I sniffed at that, shaking my head. Of course that was what they wanted. They always had. Everyone who got up on stage was just a broken heart bleeding for their approval. But no, the fans needed to make it complicated. Somewhere along the line, this business had become less about the music and more about the misery. I wasn’t sure when it happened, exactly. But sometimes it felt like things had changed right when I’d come along.
I closed my eyes, leaning my forehead against the glass. The champagne buzz was wearing off, and everything was starting to hurt again. The cool pressure provided a very small comfort.
“I guess you’re right,” I muttered. “We are in the business of giving the people what they want.”
Tessa seemed both surprised and satisfied by this. “I know you’ve got ideals, Jules. But trust me—things will turn around if you take my advice. You’ll be seeing things my way.”
Doubtful, that, I thought to myself, but I refrained from saying it out loud. I knew when to pick my battles.
And if I was being honest… I had the sneaking suspicion that Tessa was right. I would never amount to anything unless I ruined someone’s life for people’s fucking entertainment. Even if that life was my own…
Maybe you were smarter than I gave you credit for, I inwardly said to the girl who’d left my side before I had the chance to learn her name. You got out of my way before I had the chance to hurt you… Good for you, love. Good for you.
I only wished that, like her, I had the freedom to steal out of my life and never look back.
Elizabeth
Six weeks later…
Jesus C
hrist, what the hell did I eat? I asked myself as I sat curled around my toilet wracked with unrelenting nausea. I couldn’t hold anything down! I’d never felt so sick in my entire life, not even when I’d gotten that stomach virus a few years back.
I absolutely hated calling out of work. It wasn’t something that happened often, if ever, but it still made me feel like such an unreliable asshole that I had, at first, tried to tough it out and get dressed. I had prided myself on my attendance and dedication to being the hardest working person there—even if the pay was just barely enough to keep my head above water. With my student loans constantly looming over my head, I knew that I had to put in every single second of my free time into work, otherwise I might just start to realize how awful my life was.

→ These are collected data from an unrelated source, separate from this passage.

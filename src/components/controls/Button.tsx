import { useId, type ComponentPropsWithRef, type MouseEvent } from 'react'

export interface ButtonProps extends ComponentPropsWithRef<'button'> {
  /** `go` is the one filled button of a screen, `quiet` looks like a link. */
  kind?: 'go' | 'plain' | 'quiet'
  /** The work that it started goes on: it keeps its place and its focus, and takes no second press. */
  busy?: boolean
  /** Why it cannot be used yet. The reason stands beside it, and the button can still be reached by keyboard to hear it. */
  blockedBecause?: string
}

/** A button. Its words say what happens: "Publish revision C", not "OK". */
export function Button({
  kind = 'plain',
  busy = false,
  blockedBecause,
  className,
  onClick,
  ...rest
}: ButtonProps) {
  const id = useId()
  const blocked = blockedBecause !== undefined && blockedBecause !== ''
  const press = (event: MouseEvent<HTMLButtonElement>): void => {
    // aria-disabled keeps the focus and the reason readable; the press itself is stopped here, a form's submit too.
    if (busy || blocked) event.preventDefault()
    else onClick?.(event)
  }
  const button = (
    <button
      type="button"
      {...rest}
      className={['button', kind !== 'plain' && kind, className].filter(Boolean).join(' ')}
      aria-busy={busy || undefined}
      aria-disabled={busy || blocked || undefined}
      aria-describedby={blocked ? id : rest['aria-describedby']}
      onClick={press}
    />
  )
  if (!blocked) return button
  return (
    <span className="blocked">
      {button}
      <span className="note" id={id}>
        {blockedBecause}
      </span>
    </span>
  )
}
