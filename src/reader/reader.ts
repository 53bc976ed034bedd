/** The script of reading pages: a few KB that improve what works without it. */
document.documentElement.dataset.script = 'on'
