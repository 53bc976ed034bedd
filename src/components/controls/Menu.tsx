import type { ReactNode } from 'react'
import { Button as AriaButton, Menu as AriaMenu, MenuItem, MenuTrigger, Popover } from 'react-aria-components'

export interface MenuAction {
  id: string
  label: ReactNode
  /** For typing ahead, where the label is no plain text. */
  text?: string
  disabled?: boolean
  onAction: () => void
}

export interface MenuProps {
  /** What the button says; give `label` where that is only a mark. */
  children: ReactNode
  label?: string
  kind?: 'plain' | 'quiet'
  actions: readonly MenuAction[]
}

/** A button with acts that are seldom needed. Arrow keys move, letters jump, Escape closes. */
export function Menu({ children, label, kind = 'plain', actions }: MenuProps) {
  return (
    <MenuTrigger>
      <AriaButton className={kind === 'quiet' ? 'button quiet' : 'button'} aria-label={label}>
        {children}
      </AriaButton>
      <Popover className="popover" offset={2}>
        <AriaMenu
          className="list-box"
          disabledKeys={actions.filter((action) => action.disabled === true).map((action) => action.id)}
        >
          {actions.map((action) => (
            <MenuItem
              key={action.id}
              id={action.id}
              className="list-item"
              textValue={action.text ?? (typeof action.label === 'string' ? action.label : action.id)}
              onAction={action.onAction}
            >
              {action.label}
            </MenuItem>
          ))}
        </AriaMenu>
      </Popover>
    </MenuTrigger>
  )
}
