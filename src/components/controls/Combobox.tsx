import { useId, type ReactNode } from 'react'
import {
  Button as AriaButton,
  ComboBox,
  FieldError as AriaFieldError,
  Input,
  Label,
  ListBox,
  ListBoxItem,
  Popover,
  Text,
} from 'react-aria-components'
import { useTranslation } from 'react-i18next'
import { isWrong, type FieldParts } from './Field'

export interface ComboboxItem {
  id: string
  /** What is searched and what the box shows once it is chosen. */
  text: string
  /** What the list shows, where it is more than the text. */
  content?: ReactNode
}

export interface ComboboxProps extends FieldParts {
  items: readonly ComboboxItem[]
  /** The id of the chosen item; null for none. */
  value: string | null
  onChange: (id: string | null) => void
  /** Takes words that are no item's: what was typed is handed to `onText`. */
  onText?: (text: string) => void
  text?: string
  placeholder?: string
  disabled?: boolean
}

/** One of many, found by typing. Arrow keys and Enter choose; Escape closes and keeps what was there. */
export function Combobox(props: ComboboxProps) {
  const { t } = useTranslation('controls')
  const id = useId()
  return (
    <ComboBox
      className="field"
      defaultItems={props.items}
      selectedKey={props.value}
      onSelectionChange={(key) => props.onChange(key === null ? null : String(key))}
      {...(props.onText !== undefined && {
        allowsCustomValue: true,
        inputValue: props.text ?? '',
        onInputChange: props.onText,
      })}
      menuTrigger="focus"
      isInvalid={isWrong(props.error)}
      isDisabled={props.disabled}
      allowsEmptyCollection
    >
      <Label className={props.hideLabel === true ? 'visually-hidden' : undefined}>
        {props.label}
        {props.optional === true && <span className="font-normal"> {t('optional')}</span>}
      </Label>
      {props.description !== undefined && (
        <Text slot="description" className="note">
          {props.description}
        </Text>
      )}
      <div className={isWrong(props.error) ? 'input err' : 'input'}>
        <Input id={id} placeholder={props.placeholder} />
        <AriaButton className="in-field arrow" aria-label={t('showList')} />
      </div>
      <AriaFieldError className="field-error" elementType="p">
        {props.error}
      </AriaFieldError>
      <Popover className="popover" offset={2}>
        <ListBox<ComboboxItem>
          className="list-box"
          renderEmptyState={() => <p className="note px-3 py-2">{t('nothingFound')}</p>}
        >
          {(item) => (
            <ListBoxItem className="list-item" id={item.id} textValue={item.text}>
              {item.content ?? item.text}
            </ListBoxItem>
          )}
        </ListBox>
      </Popover>
    </ComboBox>
  )
}
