import { TextField, type TextFieldProps } from './TextField'

export interface NumberFieldProps extends Omit<TextFieldProps, 'type' | 'inputMode' | 'dir'> {
  /** Whole numbers only: the phone shows digits without a decimal mark. */
  whole?: boolean
}

/**
 * A number as text: exact decimals stay as they were typed ("0.30"), nothing is lost on the way through a float, and a wheel or
 * an arrow key does not change it by accident. The caller reads it with its own contract.
 */
export function NumberField({ whole = false, className, ...field }: NumberFieldProps) {
  return (
    <TextField
      autoComplete="off"
      {...field}
      className={['num', className].filter(Boolean).join(' ')}
      inputMode={whole ? 'numeric' : 'decimal'}
      dir="ltr"
    />
  )
}
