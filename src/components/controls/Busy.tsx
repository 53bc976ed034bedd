import { useEffect, useState, type ReactNode } from 'react'
import { useTranslation } from 'react-i18next'

/** Shorter waits show nothing: a flicker is worse than a moment's stillness. */
const SHOW_AFTER_MS = 250

/** Something is being fetched. A plain line with a word; shown only when the wait is felt. */
export function Busy({ children }: { children?: ReactNode }) {
  const { t } = useTranslation('controls')
  const [shown, setShown] = useState(false)
  useEffect(() => {
    const timer = setTimeout(() => setShown(true), SHOW_AFTER_MS)
    return () => clearTimeout(timer)
  }, [])
  return (
    <div className="busy" role="status" aria-busy="true">
      {shown && (children ?? t('loading'))}
    </div>
  )
}
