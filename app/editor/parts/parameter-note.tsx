import type { ParameterFace } from "../model/types.ts";

interface Props {
  readonly parameter: ParameterFace;
  /** Opens the parameter's entry; null: for one who only reads. */
  readonly onChange: (() => void) | null;
}

/** What a parameter is, and its formula where it is one: for one who writes, the command that opens its entry. */
export function ParameterNote({ parameter, onChange }: Props) {
  const { name, note, plain, source } = parameter;
  const words = plain ? note : `${note} = ${source}`.replace(/^ = /, "");
  if (onChange === null) return <div className="hl-par-note">{words}</div>;
  const shown = words === "" ? "Describe" : words;
  return (
    <button
      type="button"
      className={words === "" ? "hl-par-note hl-par-bare" : "hl-par-note"}
      aria-label={`${shown}: change ${name}`}
      title={words === "" ? `Unit, note and scale of ${name}` : `${words}: unit, note and scale of ${name}`}
      onClick={onChange}
    >
      {shown}
    </button>
  );
}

Though I’d managed to mostly get ready to go, I was lucky I’d never made it to the car. If I had, I would have ended up blowing chunks all over my dashboard, all over my nice clothes, and probably getting into a wreck on top of everything else. The last thing I needed was another bill, or for my insurance rates to go up. Ugh, how depressing—I couldn’t even think of my own health or safety without putting money first.
I wanted to cry, and not just from the paranoia at what missing a day of work would mean for my paycheck. Every moment I spent on the bathroom floor was another moment I was beset by wave after wave of intolerable illness. In the moments I wasn’t physically sick, I was almost wishing that I was so that at least I could get it over with.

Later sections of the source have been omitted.